Start of DATA UNDER STUDY
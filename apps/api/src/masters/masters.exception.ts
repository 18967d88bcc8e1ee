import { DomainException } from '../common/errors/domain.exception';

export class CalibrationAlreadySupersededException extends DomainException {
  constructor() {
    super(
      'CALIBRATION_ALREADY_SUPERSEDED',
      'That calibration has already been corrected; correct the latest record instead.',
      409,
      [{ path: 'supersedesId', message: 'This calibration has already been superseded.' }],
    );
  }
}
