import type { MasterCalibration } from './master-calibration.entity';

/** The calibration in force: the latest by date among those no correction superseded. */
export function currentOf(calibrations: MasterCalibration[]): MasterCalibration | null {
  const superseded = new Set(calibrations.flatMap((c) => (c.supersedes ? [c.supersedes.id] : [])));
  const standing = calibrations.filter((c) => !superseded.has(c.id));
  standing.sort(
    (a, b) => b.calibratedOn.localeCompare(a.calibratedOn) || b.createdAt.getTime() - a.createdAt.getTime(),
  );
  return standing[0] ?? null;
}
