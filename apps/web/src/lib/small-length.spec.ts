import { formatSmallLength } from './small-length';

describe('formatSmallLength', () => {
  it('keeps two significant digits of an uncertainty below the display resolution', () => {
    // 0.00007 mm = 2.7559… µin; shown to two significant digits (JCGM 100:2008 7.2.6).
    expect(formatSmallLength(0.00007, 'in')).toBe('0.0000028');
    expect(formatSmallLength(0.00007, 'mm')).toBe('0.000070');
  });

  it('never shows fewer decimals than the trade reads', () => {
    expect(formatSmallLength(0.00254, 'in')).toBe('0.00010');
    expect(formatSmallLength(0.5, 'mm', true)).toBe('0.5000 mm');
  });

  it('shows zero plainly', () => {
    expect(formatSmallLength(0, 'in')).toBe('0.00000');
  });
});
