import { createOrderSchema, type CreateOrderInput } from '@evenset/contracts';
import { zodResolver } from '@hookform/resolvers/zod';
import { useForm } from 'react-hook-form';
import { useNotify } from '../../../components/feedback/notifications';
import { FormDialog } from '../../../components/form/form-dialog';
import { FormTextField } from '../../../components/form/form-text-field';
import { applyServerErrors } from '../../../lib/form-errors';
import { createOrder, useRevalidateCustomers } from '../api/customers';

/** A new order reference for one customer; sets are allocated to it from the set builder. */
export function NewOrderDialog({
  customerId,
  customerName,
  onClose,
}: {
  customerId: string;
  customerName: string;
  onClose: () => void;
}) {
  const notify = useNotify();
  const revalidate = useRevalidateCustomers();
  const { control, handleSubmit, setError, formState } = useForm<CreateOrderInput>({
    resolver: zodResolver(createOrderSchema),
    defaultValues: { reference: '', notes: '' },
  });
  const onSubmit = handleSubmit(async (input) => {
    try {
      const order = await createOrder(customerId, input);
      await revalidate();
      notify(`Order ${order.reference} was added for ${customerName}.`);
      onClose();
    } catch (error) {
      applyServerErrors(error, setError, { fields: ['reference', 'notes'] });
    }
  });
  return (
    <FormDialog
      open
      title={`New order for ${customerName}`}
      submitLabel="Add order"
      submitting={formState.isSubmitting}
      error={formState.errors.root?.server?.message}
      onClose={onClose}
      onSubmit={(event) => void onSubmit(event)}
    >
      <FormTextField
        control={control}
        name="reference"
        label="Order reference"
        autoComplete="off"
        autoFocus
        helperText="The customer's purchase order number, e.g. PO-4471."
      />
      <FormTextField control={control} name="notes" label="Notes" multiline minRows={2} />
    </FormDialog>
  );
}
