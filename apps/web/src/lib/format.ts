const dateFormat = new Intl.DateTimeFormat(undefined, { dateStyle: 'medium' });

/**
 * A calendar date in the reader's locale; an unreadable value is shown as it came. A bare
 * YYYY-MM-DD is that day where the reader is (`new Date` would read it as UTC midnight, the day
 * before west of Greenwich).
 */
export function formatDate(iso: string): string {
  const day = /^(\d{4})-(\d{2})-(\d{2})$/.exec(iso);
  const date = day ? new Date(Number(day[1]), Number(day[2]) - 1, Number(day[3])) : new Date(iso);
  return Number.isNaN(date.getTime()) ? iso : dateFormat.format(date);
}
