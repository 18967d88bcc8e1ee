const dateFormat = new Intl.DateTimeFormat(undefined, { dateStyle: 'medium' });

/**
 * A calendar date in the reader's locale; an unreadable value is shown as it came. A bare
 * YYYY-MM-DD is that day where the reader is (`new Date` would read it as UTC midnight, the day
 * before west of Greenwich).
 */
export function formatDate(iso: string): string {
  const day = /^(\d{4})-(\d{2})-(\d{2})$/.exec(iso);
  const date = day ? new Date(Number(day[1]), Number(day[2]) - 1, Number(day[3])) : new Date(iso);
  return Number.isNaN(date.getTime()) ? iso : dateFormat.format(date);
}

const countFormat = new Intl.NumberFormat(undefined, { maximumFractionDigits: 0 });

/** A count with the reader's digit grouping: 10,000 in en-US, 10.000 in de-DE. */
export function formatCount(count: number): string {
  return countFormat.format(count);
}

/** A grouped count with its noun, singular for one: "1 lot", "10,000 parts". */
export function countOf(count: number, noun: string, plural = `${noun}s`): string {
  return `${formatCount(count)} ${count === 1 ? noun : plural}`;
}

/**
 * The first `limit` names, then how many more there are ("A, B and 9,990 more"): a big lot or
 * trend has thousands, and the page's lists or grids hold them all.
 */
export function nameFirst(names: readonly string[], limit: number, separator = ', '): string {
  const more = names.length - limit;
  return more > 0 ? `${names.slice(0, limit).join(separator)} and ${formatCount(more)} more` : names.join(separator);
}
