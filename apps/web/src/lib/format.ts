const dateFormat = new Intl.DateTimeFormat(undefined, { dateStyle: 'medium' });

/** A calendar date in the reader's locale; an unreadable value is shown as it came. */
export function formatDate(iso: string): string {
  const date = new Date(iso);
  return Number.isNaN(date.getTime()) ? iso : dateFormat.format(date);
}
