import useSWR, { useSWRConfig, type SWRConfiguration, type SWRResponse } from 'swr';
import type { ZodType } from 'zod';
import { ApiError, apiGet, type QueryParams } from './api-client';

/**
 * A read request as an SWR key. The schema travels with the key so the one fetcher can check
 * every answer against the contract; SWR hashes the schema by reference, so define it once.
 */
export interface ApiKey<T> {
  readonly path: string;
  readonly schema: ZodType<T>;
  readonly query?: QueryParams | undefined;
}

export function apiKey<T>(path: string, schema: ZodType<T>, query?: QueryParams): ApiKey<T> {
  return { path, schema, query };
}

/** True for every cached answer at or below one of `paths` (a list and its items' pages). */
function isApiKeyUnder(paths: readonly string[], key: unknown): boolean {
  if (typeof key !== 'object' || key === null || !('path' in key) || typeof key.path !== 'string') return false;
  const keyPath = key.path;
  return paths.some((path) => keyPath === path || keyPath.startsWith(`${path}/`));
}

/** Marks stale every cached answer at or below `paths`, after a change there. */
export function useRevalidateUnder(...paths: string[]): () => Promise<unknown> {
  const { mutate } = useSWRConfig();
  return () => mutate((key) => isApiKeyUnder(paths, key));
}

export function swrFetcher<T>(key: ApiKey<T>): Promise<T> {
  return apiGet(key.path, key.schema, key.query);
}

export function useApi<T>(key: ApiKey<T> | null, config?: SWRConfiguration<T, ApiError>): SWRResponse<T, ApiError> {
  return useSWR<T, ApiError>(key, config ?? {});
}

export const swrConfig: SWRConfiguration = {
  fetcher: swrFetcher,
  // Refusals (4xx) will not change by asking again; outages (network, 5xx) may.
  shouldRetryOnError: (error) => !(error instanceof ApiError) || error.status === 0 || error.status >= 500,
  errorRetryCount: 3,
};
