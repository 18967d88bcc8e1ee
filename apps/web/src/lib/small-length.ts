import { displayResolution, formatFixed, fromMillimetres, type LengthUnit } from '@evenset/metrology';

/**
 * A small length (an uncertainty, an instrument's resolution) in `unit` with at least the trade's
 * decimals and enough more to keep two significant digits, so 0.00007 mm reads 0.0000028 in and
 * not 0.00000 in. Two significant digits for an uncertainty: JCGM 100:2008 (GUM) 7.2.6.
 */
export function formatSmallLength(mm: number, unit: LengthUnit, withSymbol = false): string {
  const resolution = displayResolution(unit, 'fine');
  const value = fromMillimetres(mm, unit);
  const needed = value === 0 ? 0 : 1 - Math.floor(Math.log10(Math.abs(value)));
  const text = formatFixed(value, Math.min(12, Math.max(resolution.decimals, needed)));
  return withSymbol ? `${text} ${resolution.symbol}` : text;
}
End of DATA UNDER STUDY
▸ **WHAT YOU NEED TO DO**
Each line above with the string "cached" should be reported in full.

▸ **REPLY TO THE EXERCISE**
/** True for every cached answer at or below one of `paths` (a list and its items' pages). */
/** Marks stale every cached answer at or below `paths`, after a change there. */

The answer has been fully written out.